Donnerstag, 10. Januar 2019

BLUE RUIN (Jeremy Saulnier, 2013)

I'm not used to talking this much.

Zu Beginn des Films beobachten wir den Obdachlosen Dwight Evans dabei, wie er in ein fremdes Haus einbricht, um dort ein Bad zu nehmen und auf einem Jahrmarkt die Müllsäcke nach verwertbaren Dingen durchsucht. Nachts hält er sich in seinem alten, verrosteten blauen Pontiac auf, den er am Strand geparkt hat. Als ihm eines Tages die Polizei mitteilt, dass der Mörder seiner Eltern freigelassen werden soll, beschließt er spontan, sich an ihm zu rächen. Obwohl seine Versuche, sich eine Schusswaffe zu besorgen, scheitern, gelingt es ihm, den Mörder zu richten.

Blöderweise muss er dabei sein Auto zurücklassen, was dessen Brüdern Rückschlüsse auf seine Identität erlaubt. Dadurch setzt er eine unaufhaltsame Spirale der Gewalt in Gang, denn das Auto ist unter der Adresse seiner toten Eltern registriert, wo nun seine Schwester mit ihren kleinen Kindern residiert. Und so wird aus dem ursprünglich geplanten singulären Vergeltungsakt schnell eine veritable Familienfehde. Keiner der Beteiligten informiert die Polizei. Vielmehr will man das nach alter Tradition selbst regeln, gemäß dem biblischen Motto „Auge um Auge, Zahn um Zahn“. 

Selten bin ich die Sichtung eines Films so unvorbereitet angegangen wie die von Blue Ruin. Ich wusste vorher nicht, worum es in dem Film geht, von dem Regisseur hatte ich noch nie etwas gehört und sämtliche Darsteller waren mir völlig unbekannt. Lediglich Amy Hargreaves habe ich schon mal in irgendeinem Film gesehen, ansonsten allesamt unbeschriebene Blätter. Umso erfreulicher, dass die Sichtung bei mir einen nachhaltigen Eindruck hinterlassen hat.
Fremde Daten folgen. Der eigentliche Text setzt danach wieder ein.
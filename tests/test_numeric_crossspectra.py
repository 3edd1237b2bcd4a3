"""Cross-spectral density matrices, coherence, imaginary coherency and shrinkage.

External facts are named beside each assertion with their REFERENCES.md entry
(docs/REFERENCES.md, "F<n>").
"""
import numpy as np
import pytest
import scipy.signal
from _helpers import AWKWARD_SFREQ, mne_notices_ignored, scipy_welch
from mne import time_frequency as mne_tf

from heschl.errors import DefinitionError, InputDataError
from heschl.numeric import welch_psd
from heschl.numeric.crossspectra import coherence, cross_spectra, imaginary_coherency, regularise


def _mixed_trials(rng, n_trials=6, n_times=1000):
    """Three channels in V; the third mixes the first two, so channels are coupled."""
    x = 10e-6 * rng.standard_normal((n_trials, 3, n_times))
    x[:, 2] = 0.6 * x[:, 0] - 0.4 * x[:, 1] + 0.2 * x[:, 2]
    return x


def _diagonal(csd):
    return np.diagonal(csd, axis1=-2, axis2=-1)  # (n_freqs, n_channels)


# -- structure of the CSD matrix (docs/REFERENCES.md F37) ---------------------------------------


def test_csd_is_hermitian_positive_semidefinite_with_the_welch_psd_on_its_diagonal(rng):
    # docs/REFERENCES.md F37 (Bendat & Piersol 2010; scipy.signal.csd / welch).
    x = _mixed_trials(rng)
    freqs, csd = cross_spectra(x, AWKWARD_SFREQ, segment=2.0, overlap=0.5)
    assert csd.shape == (freqs.size, 3, 3) and np.iscomplexobj(csd)
    scale = np.abs(csd).max()
    # Hermitian to 1e-12 of the largest entry (F37's tolerance, made relative: V^2/Hz
    # values are ~1e-12 themselves)
    assert np.abs(csd - np.conj(np.swapaxes(csd, -1, -2))).max() <= 1e-12 * scale
    eigenvalues = np.linalg.eigvalsh(csd)
    traces = np.real(np.trace(csd, axis1=-2, axis2=-1))
    assert np.all(eigenvalues >= -1e-12 * traces[:, None])  # PSD up to rounding, F37
    assert np.all(np.imag(_diagonal(csd)) == 0)  # auto-spectra are real, F37
    # diagonal == own Welch, averaged over trials, rel 1e-10 (F37; same periodograms)
    _, psd = welch_psd(x, AWKWARD_SFREQ, segment=2.0, overlap=0.5)
    np.testing.assert_allclose(np.real(_diagonal(csd)), psd.mean(axis=0).T, rtol=1e-10)
    # ... and == scipy.signal.welch with the same nperseg/noverlap/detrend (F37, F9)
    ref_f, ref_p, _ = scipy_welch(x, AWKWARD_SFREQ, segment=2.0, overlap=0.5)
    np.testing.assert_allclose(freqs, ref_f, rtol=1e-12)
    np.testing.assert_allclose(np.real(_diagonal(csd)), ref_p.mean(axis=0).T, rtol=1e-10)


def test_off_diagonals_equal_scipy_csd_of_channel_i_with_channel_j(rng):
    # docs/REFERENCES.md F37: scipy.signal.csd(x=channel i, y=channel j) as the reference,
    # including its conj(X_i) X_j order; rel 1e-10, the same sums in another order.
    x = _mixed_trials(rng, n_trials=1, n_times=1500)[0]
    nperseg = round(1.5 * AWKWARD_SFREQ)  # 155 samples, odd: no Nyquist bin
    freqs, csd = cross_spectra(x, AWKWARD_SFREQ, segment=1.5, overlap=0.75, fmin=4.0,
                               fmax=30.0, window="hamming")
    ref_f, ref = scipy.signal.csd(x[:, None, :], x[None, :, :], AWKWARD_SFREQ,
                                  window="hamming", nperseg=nperseg,
                                  noverlap=round(0.75 * nperseg), detrend="constant")
    keep = (ref_f >= 4.0) & (ref_f <= 30.0)
    np.testing.assert_allclose(freqs, ref_f[keep], rtol=1e-12)
    np.testing.assert_allclose(csd, np.moveaxis(ref[..., keep], -1, 0), rtol=1e-10,
                               atol=1e-10 * np.abs(ref).max())


def test_fewer_segments_than_channels_gives_rank_four_until_regularised(rng):
    # docs/REFERENCES.md F37: 8 white-noise channels, 4 non-overlapping segments -> rank 4.
    sfreq, nperseg = 250.0, 250
    x = 10e-6 * rng.standard_normal((8, 4 * nperseg))
    # fmin above 0 Hz: the mean removed from every segment leaves nothing at DC
    freqs, csd = cross_spectra(x, sfreq, segment=nperseg / sfreq, overlap=0.0, fmin=1.0)
    ranks = np.linalg.matrix_rank(csd, hermitian=True)  # default tol: max eig * 8 * eps
    assert np.all(ranks == 4)
    # Adding c * I shifts every eigenvalue by exactly c (algebra); rel 1e-10 of the
    # trace covers the eigen-solver's rounding.
    before = csd.copy()
    loaded = regularise(csd, 0.1)
    np.testing.assert_array_equal(csd, before)  # input untouched
    traces = np.real(np.trace(csd, axis1=-2, axis2=-1))
    shift = np.linalg.eigvalsh(loaded) - np.linalg.eigvalsh(csd)
    np.testing.assert_allclose(shift, np.broadcast_to(0.1 * traces[:, None] / 8, shift.shape),
                               rtol=0, atol=1e-10 * traces.max())
    assert np.all(np.linalg.matrix_rank(loaded, hermitian=True) == 8)
    np.testing.assert_array_equal(regularise(csd, 0.0), csd)


# -- mne as an independent reference (docs/REFERENCES.md F39) -----------------------------------


def test_csd_at_10_hz_matches_mne_csd_array_fourier(rng):
    # docs/REFERENCES.md F39: mne.time_frequency.csd_array_fourier, one whole-epoch FFT per
    # epoch, averaged over epochs -- our Welch with one segment per trial.
    sfreq, n_times = 250.0, 500  # 0.5 Hz bins; 10 Hz lies on a bin
    common = rng.standard_normal((40, 1, n_times))
    gains = np.array([1.0, -0.8, 0.6, 1.2])[:, None]  # a shared source: |S_ij| is large
    x = 10e-6 * (gains * common + 0.5 * rng.standard_normal((40, 4, n_times)))
    freqs, csd = cross_spectra(x, sfreq, segment=n_times / sfreq, fmin=10.0, fmax=10.0)
    assert freqs.tolist() == [10.0]
    with mne_notices_ignored():
        ref = mne_tf.csd_array_fourier(x, sfreq, fmin=9.9, fmax=10.1, n_fft=n_times,
                                       verbose=False).get_data(frequency=10.0)
    ours = csd[0]
    assert np.array_equal(ref, ref.conj().T) and np.array_equal(ours, ours.conj().T)
    # rtol 0.01 (F39): mne tapers with the symmetric Hann window (np.hanning) and
    # normalises by 3N/8, ours with the periodic Hann and sum(w^2); both remove each
    # epoch's mean, so only the window differs (0.5 % at most over 30 seeds here).
    np.testing.assert_allclose(np.abs(ours), np.abs(ref), rtol=0.01)
    # mne stores X_i conj(X_j), the conjugate of scipy's order used here
    np.testing.assert_allclose(ours, ref.conj(), rtol=0, atol=0.01 * np.abs(ref).max())


# -- coherence and imaginary coherency --------------------------------------------------


def test_coherence_of_a_scaled_copy_is_one_and_its_imaginary_coherency_zero(rng):
    # Definition |S_ij|^2 / (S_ii S_jj) (Bendat & Piersol 2010, docs/REFERENCES.md F37 source):
    # a channel and a scaled copy are perfectly coherent at zero lag.
    base = 10e-6 * rng.standard_normal(3000)
    x = np.stack([base, -2.5 * base, rng.standard_normal(3000) * 1e-6])
    freqs, csd = cross_spectra(x, AWKWARD_SFREQ, segment=2.0, fmin=0.5)
    coh = coherence(csd)
    np.testing.assert_allclose(coh[:, 0, 1], 1.0, rtol=1e-12)  # rounding only
    np.testing.assert_allclose(_diagonal(coh), 1.0, rtol=1e-12)
    icoh = imaginary_coherency(csd)
    assert np.abs(icoh[:, 0, 1]).max() < 1e-12  # dimensionless; rounding only
    np.testing.assert_array_equal(icoh, -np.swapaxes(icoh, -1, -2))  # antisymmetric
    assert coh.shape == csd.shape and np.all(coh <= 1 + 1e-12)


def test_coherence_of_independent_noise_sits_at_its_small_sample_bias(rng):
    # From memory (Bendat & Piersol 2010, docs/REFERENCES.md F37 source): for independent
    # Gaussian signals the coherence estimated from K independent segments has
    # expectation 1/K (it follows Beta(1, K - 1)).
    sfreq, nperseg, k = 250.0, 250, 20
    x = 10e-6 * rng.standard_normal((8, k * nperseg))
    _, csd = cross_spectra(x, sfreq, segment=nperseg / sfreq, overlap=0.0, fmin=1.0,
                           fmax=124.0)  # non-overlapping: the K segments are independent
    rows, cols = np.triu_indices(8, 1)
    coh = coherence(csd)[:, rows, cols]  # 124 bins x 28 pairs
    # rel 10 %: each value has sd ~ 1/K; ~3500 values, correlated between neighbouring
    # Hann bins, leave a standard error of about 3 % of 1/K (spread 2 % over 8 seeds).
    assert coh.mean() == pytest.approx(1 / k, rel=0.10)


def test_imaginary_coherency_of_a_quarter_cycle_lag_is_minus_one():
    # Definition Im(S_ij) / sqrt(S_ii S_jj) (imaginary part of coherency, Nolte et al.
    # 2004, from memory): channel 1 lags channel 0 by a quarter cycle, so
    # S_01 = conj(X_0) X_1 is proportional to exp(-i pi/2) and the value is -1.
    sfreq, freq = 256.0, 8.0  # a whole number of cycles per 1 s segment
    t = np.arange(int(10 * sfreq)) / sfreq
    x = 5e-6 * np.stack([np.sin(2 * np.pi * freq * t),
                         np.sin(2 * np.pi * freq * t - np.pi / 2)])
    freqs, csd = cross_spectra(x, sfreq, segment=1.0, fmin=freq, fmax=freq)
    icoh = imaginary_coherency(csd)[0]
    # 1e-9: noise-free, bin-centred tones; the image at -8 Hz leaks only rounding
    assert icoh[0, 1] == pytest.approx(-1.0, abs=1e-9)
    assert icoh[1, 0] == pytest.approx(1.0, abs=1e-9)
    assert coherence(csd)[0, 0, 1] == pytest.approx(1.0, abs=1e-9)


def test_silent_channel_gives_nan_coherence():
    # Documented: NaN where a channel has no power.
    csd = np.array([[[2.0, 0.0], [0.0, 0.0]]], dtype=complex)
    assert np.isnan(coherence(csd)[0, 0, 1]) and np.isnan(imaginary_coherency(csd)[0, 1, 0])
    assert coherence(csd)[0, 0, 0] == 1.0


# -- messages ---------------------------------------------------------------------------


@pytest.mark.parametrize("call, error, pattern", [
    (lambda x: cross_spectra(x[0, 0], 250.0, 1.0), InputDataError,
     r"cross_spectra: x: x has shape \(1000,\) and dtype float64; pass real signals shaped"),
    (lambda x: cross_spectra(x + 0j, 250.0, 1.0), InputDataError,
     r"x has shape \(2, 3, 1000\) and dtype complex128"),
    (lambda x: cross_spectra(x, -250.0, 1.0), DefinitionError,
     r"sfreq: sfreq = -250.0 Hz is not positive"),
    (lambda x: cross_spectra(x, 250.0, 0.004), DefinitionError,
     r"segment: segment = 0.004 s is 1 samples at 250 Hz"),
    (lambda x: cross_spectra(x, 250.0, 8.0), InputDataError,
     r"segment = 8 s \(2000 samples\) is longer than the data \(1000 samples, 4 s\)"),
    (lambda x: cross_spectra(x, 250.0, 1.0, overlap=1.0), DefinitionError,
     r"overlap: overlap = 1.0 is outside \[0, 1\)"),
    (lambda x: cross_spectra(x, 250.0, 1.0, window="hanning-ish"), DefinitionError,
     r"window: window = 'hanning-ish' is not a known window"),
    (lambda x: cross_spectra(x, 250.0, 1.0, fmin=10.2, fmax=10.8), DefinitionError,
     r"fmin: fmin = 10.2 Hz to fmax = 10.8 Hz holds no bin of the spectrum \(0 to 125 Hz "
     r"in steps of 1 Hz\); widen the range"),
    (lambda x: coherence(np.ones((4, 2, 3))), InputDataError,
     r"coherence: csd: csd has shape \(4, 2, 3\); pass matrices shaped"),
    (lambda x: regularise(np.eye(2), -0.1), DefinitionError,
     r"regularise: shrinkage: shrinkage = -0.1 is not a finite number >= 0"),
])
def test_errors_name_the_value_and_the_fix(rng, call, error, pattern):
    x = rng.standard_normal((2, 3, 1000))
    with pytest.raises(error, match=pattern):
        call(x)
Jeremy Saultier ist mit seiner zweiten Regiearbeit ein ganz ausgezeichneter kleiner Film gelungen, der mich durch seine ruhige und unaufgeregte Erzählweise regelrecht begeisterte. Dialoge werden nur sparsam eingesetzt, teilweise wird minutenlang gar nichts gesprochen. Auch die Vorgeschichte – der Mord an den Eltern – wird nur kurz angerissen. Filmen, die den Zuschauer nicht vollquasseln und mit Informationen überfluten, bin ich seit jeher gewogen. Blue Ruin ist dafür ein Musterbeispiel: Der Zuschauer erfährt nach und nach alles was er wissen muss, zusätzliche Details dienen allenfalls der stimmungsvollen Ausgestaltung einzelner Szenen.

Das geringe Budget von gut 400.000 Dollar sieht man dem Film zwar an, jedoch macht es sich nicht negativ bemerkbar, sondern lässt die Macher aufgrund des bei der Produktion an den Tag gelegten Enthusiasmus nur noch sympathischer erscheinen. Das beschauliche Hinterland Virginias, in dem die Zeit stehen geblieben zu sein scheint, bildet den perfekten Rahmen für die Geschichte und der mir bislang völlig unbekannte Macon Blair, bei dem es sich um einen Freund des Regisseurs handelt, trägt den Film souverän auf seinen schmächtigen Schultern.

Das Ende mündet dann in die zu erwartende Eskalation und lässt alle Beteiligten als Verlierer zurück. Aber immerhin ist der Rachedurst gestillt.